■ **Records to use**
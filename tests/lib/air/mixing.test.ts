import fc from 'fast-check';
import { describe, expect, it } from 'vitest';
import { effectiveAirflow, fromOneUp, MIXING } from '@/lib/air/mixing';
import { cubicMetresPerSecond } from '@/lib/units/quantity';
import { amount, anyFinite } from './arbitraries';

describe('the mixing factor', () => {
  it('divides the airflow, so that mixing of 1 leaves it whole', () => {
    fc.assert(
      fc.property(amount(0, 50), amount(MIXING.best, MIXING.worst), (airflow, mixing) => {
        const part = effectiveAirflow(cubicMetresPerSecond(airflow), mixing);
        expect(part).toBeLessThanOrEqual(airflow);
        expect(part * mixing).toBeCloseTo(airflow, 12);
      }),
    );
    expect(effectiveAirflow(cubicMetresPerSecond(0.3), 1)).toBe(0.3);
  });

  it('refuses the shares of the other convention, and what is no number', () => {
    for (const bad of [0.2, 0.999, 0, -1, NaN, Infinity]) expect(() => fromOneUp(bad)).toThrow(RangeError);
  });

  it('gives a number or a RangeError for anything', () => {
    fc.assert(
      fc.property(anyFinite, anyFinite, (airflow, mixing) => {
        if (airflow < 0 || mixing < 1)
          expect(() => effectiveAirflow(cubicMetresPerSecond(airflow), mixing)).toThrow(RangeError);
        else expect(effectiveAirflow(cubicMetresPerSecond(airflow), mixing)).toBeGreaterThanOrEqual(0);
      }),
    );
  });
});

■ **Task prompt**
Locate the word "anyFinite" in the records and collect each line it appears in.

■ **Response for this exercise**
import { amount, anyFinite } from './arbitraries';
      fc.property(anyFinite, anyFinite, (airflow, mixing) => {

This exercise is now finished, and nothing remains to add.